Activity –
The answer must be every line of the records below that holds the word "QuoteView".

(Records from a dataset)
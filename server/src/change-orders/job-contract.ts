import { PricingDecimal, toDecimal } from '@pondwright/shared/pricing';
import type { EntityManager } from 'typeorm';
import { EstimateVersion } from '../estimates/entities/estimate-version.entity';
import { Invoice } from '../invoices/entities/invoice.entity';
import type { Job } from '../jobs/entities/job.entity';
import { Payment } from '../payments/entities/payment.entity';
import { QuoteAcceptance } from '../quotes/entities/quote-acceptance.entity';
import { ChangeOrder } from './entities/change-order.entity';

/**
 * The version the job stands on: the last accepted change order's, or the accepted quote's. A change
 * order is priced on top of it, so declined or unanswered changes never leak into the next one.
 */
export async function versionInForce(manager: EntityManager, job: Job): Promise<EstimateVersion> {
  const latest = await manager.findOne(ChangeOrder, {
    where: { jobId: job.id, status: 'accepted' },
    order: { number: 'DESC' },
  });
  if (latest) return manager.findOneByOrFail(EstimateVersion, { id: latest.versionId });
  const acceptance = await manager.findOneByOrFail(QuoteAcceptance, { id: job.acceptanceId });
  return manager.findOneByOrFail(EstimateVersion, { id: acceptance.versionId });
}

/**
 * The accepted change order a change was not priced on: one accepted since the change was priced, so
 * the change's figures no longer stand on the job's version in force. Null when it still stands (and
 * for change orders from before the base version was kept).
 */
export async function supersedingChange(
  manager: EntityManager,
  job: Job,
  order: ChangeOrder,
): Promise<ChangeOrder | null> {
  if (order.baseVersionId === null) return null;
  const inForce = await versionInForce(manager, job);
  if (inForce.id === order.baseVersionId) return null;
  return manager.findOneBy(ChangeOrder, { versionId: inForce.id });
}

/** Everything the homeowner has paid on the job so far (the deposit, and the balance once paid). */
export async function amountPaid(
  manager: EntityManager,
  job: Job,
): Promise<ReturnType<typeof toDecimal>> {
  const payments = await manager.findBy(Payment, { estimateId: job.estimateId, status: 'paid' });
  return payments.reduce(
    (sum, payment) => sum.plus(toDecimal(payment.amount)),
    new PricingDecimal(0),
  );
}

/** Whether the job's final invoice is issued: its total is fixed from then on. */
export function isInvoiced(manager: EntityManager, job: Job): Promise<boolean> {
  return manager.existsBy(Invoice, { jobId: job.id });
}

...

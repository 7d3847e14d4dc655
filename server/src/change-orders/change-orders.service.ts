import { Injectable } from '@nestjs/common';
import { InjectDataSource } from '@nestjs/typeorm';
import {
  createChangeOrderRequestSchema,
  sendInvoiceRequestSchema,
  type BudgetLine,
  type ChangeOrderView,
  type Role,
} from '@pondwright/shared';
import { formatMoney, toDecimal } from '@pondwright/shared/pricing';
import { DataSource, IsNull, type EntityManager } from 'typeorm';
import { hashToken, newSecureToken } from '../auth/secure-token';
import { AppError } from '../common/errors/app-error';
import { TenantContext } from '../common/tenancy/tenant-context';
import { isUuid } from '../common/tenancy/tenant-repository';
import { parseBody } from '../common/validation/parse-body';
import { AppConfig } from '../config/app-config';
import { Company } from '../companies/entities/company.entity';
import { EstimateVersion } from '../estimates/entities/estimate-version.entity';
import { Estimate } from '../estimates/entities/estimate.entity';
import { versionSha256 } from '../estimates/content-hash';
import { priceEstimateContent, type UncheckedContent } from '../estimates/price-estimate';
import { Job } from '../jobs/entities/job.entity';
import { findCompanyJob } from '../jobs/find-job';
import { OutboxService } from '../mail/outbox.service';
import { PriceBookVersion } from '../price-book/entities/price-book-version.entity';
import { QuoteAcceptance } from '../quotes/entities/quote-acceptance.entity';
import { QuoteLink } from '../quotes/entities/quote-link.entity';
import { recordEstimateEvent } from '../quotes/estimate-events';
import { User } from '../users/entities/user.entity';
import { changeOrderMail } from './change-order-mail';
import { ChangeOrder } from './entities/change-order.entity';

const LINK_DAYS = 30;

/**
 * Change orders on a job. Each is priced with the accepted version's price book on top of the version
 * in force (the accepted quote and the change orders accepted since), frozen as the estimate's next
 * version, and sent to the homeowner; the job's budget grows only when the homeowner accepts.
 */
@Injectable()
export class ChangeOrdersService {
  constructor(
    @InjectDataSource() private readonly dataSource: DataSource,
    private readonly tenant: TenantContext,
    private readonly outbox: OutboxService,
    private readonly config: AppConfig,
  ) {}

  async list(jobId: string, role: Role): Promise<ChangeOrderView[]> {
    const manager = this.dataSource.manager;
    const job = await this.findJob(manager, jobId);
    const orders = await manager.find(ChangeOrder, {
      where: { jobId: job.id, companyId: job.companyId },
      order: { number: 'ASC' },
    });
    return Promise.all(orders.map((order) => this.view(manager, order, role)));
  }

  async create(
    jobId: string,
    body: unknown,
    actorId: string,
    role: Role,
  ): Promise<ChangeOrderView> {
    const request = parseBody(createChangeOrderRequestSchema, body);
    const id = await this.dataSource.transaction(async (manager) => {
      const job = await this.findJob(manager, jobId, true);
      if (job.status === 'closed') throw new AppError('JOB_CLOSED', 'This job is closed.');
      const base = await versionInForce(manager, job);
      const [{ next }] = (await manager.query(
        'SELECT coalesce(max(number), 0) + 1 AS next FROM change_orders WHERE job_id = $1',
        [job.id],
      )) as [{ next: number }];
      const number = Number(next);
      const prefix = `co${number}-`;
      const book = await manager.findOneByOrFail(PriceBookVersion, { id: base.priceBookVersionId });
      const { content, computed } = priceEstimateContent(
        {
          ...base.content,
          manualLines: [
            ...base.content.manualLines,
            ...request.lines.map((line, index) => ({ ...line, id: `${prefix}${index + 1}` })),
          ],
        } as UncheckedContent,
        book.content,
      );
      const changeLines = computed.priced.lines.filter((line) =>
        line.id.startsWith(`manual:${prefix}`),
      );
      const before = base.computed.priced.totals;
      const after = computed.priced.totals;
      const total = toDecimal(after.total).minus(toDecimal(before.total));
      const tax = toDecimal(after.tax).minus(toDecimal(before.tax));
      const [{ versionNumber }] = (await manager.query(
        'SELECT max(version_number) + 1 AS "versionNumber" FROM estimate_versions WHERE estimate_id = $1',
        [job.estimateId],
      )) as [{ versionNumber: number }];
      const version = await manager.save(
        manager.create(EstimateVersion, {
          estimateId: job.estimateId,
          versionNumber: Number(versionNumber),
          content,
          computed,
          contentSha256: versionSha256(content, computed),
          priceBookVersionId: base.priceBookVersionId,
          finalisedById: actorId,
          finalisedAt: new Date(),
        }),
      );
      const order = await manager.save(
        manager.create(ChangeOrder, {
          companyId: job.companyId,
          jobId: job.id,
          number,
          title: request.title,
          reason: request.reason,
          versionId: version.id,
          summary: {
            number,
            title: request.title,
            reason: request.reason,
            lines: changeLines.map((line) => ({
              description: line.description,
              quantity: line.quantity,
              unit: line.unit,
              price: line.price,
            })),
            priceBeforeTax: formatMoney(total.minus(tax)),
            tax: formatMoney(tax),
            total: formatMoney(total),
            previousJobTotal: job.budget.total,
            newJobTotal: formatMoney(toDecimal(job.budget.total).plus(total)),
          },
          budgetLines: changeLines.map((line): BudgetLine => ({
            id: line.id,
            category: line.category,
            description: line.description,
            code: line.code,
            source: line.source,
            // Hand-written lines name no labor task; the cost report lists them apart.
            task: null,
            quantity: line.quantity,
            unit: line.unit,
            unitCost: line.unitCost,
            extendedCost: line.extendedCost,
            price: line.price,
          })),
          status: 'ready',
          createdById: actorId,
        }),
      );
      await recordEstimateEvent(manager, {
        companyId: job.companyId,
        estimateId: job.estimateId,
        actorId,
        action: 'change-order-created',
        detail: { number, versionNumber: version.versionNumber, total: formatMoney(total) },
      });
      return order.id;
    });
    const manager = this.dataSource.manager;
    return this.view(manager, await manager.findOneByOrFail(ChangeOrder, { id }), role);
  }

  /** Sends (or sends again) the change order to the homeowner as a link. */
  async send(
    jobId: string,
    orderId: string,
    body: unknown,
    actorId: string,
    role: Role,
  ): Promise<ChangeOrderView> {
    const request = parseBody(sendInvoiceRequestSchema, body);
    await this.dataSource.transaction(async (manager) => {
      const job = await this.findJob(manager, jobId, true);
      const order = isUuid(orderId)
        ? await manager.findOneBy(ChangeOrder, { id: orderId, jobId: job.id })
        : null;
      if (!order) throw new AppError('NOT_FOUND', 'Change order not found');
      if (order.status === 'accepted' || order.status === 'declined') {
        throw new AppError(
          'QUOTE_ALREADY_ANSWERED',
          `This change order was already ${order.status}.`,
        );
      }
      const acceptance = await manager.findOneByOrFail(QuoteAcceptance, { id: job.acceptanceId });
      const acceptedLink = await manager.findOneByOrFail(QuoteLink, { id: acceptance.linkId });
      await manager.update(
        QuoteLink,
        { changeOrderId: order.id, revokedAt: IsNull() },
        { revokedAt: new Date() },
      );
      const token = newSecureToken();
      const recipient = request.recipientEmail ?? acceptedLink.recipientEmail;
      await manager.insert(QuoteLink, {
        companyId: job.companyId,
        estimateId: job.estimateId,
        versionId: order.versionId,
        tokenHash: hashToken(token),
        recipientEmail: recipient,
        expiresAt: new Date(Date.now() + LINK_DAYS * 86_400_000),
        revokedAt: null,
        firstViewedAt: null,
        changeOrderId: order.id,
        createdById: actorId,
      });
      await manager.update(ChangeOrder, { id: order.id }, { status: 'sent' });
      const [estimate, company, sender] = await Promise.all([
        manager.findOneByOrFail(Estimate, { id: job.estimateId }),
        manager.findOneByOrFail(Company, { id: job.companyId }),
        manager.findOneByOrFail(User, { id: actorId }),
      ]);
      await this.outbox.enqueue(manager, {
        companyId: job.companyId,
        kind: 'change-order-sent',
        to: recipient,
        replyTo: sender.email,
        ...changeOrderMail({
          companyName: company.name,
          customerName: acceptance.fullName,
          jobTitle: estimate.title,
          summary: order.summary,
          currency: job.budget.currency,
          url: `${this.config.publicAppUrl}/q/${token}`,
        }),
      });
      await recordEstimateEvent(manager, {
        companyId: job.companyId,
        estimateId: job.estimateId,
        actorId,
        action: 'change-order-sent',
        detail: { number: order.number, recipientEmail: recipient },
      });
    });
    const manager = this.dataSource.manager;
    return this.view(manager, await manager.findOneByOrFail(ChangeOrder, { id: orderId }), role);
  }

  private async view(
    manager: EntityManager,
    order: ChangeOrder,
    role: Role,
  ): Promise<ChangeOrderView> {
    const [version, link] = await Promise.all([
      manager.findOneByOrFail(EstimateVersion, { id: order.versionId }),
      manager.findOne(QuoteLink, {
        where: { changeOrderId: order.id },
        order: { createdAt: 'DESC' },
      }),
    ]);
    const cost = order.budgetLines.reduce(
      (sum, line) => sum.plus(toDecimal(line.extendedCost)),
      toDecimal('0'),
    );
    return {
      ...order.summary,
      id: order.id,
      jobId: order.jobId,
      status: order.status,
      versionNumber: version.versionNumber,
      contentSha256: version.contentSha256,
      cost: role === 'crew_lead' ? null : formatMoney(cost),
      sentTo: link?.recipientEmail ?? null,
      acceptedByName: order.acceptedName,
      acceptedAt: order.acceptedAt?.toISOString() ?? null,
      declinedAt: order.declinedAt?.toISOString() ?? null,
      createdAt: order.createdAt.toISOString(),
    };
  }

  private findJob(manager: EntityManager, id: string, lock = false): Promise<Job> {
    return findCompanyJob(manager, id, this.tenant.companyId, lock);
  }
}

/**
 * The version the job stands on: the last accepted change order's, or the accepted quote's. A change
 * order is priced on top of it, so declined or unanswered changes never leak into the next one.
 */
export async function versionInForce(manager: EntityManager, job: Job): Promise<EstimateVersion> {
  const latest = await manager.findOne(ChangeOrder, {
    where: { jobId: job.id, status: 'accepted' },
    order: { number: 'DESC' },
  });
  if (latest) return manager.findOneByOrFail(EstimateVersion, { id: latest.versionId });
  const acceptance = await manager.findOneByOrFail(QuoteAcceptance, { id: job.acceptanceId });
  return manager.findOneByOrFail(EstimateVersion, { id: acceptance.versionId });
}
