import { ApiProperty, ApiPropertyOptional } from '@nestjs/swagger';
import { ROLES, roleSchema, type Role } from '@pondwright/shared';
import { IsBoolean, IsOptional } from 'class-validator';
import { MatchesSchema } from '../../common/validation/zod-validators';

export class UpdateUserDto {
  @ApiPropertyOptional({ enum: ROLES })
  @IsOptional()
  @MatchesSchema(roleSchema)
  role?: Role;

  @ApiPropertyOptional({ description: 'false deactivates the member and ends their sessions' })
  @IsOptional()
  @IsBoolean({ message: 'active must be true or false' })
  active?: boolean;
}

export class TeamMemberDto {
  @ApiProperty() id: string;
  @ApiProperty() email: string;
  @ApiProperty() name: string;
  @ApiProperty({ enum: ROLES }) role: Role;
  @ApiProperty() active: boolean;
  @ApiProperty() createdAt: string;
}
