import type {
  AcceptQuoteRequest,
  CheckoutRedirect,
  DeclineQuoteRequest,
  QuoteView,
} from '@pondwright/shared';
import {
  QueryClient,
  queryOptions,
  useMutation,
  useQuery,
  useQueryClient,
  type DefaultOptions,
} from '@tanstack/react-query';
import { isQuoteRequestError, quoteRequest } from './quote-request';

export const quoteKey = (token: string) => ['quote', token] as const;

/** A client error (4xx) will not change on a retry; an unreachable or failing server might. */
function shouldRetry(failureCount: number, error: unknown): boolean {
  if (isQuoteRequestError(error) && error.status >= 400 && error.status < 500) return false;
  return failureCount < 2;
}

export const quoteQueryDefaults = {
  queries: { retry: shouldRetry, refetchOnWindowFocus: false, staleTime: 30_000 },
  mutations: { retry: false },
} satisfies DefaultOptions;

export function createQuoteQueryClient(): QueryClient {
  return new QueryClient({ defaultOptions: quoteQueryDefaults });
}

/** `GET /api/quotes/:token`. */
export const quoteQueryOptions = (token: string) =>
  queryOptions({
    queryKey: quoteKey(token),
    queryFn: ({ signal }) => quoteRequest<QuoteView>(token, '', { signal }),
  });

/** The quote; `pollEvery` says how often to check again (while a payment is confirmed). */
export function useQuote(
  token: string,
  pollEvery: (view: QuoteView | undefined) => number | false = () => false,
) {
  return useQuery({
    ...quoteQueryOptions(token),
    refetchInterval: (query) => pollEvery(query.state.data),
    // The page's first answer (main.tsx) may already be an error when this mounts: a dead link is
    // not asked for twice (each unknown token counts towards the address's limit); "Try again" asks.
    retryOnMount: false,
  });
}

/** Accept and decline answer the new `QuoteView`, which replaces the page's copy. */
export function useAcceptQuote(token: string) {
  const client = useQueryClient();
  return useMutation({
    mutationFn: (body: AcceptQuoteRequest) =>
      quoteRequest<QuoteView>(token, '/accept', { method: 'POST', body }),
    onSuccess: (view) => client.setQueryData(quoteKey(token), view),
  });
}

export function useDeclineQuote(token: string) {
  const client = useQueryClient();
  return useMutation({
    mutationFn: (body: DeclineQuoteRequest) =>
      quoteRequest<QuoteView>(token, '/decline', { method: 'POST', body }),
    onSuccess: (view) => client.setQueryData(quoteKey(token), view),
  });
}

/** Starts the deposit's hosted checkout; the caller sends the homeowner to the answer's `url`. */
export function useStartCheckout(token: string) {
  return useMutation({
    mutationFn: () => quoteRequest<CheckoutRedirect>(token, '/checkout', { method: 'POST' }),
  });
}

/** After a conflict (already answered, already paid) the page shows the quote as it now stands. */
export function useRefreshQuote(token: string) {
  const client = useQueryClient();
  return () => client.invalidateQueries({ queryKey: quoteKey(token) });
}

Answer area –
  QuoteView,
    queryFn: ({ signal }) => quoteRequest<QuoteView>(token, '', { signal }),
  pollEvery: (view: QuoteView | undefined) => number | false = () => false,
/** Accept and decline answer the new `QuoteView`, which replaces the page's copy. */
      quoteRequest<QuoteView>(token, '/accept', { method: 'POST', body }),
      quoteRequest<QuoteView>(token, '/decline', { method: 'POST', body }),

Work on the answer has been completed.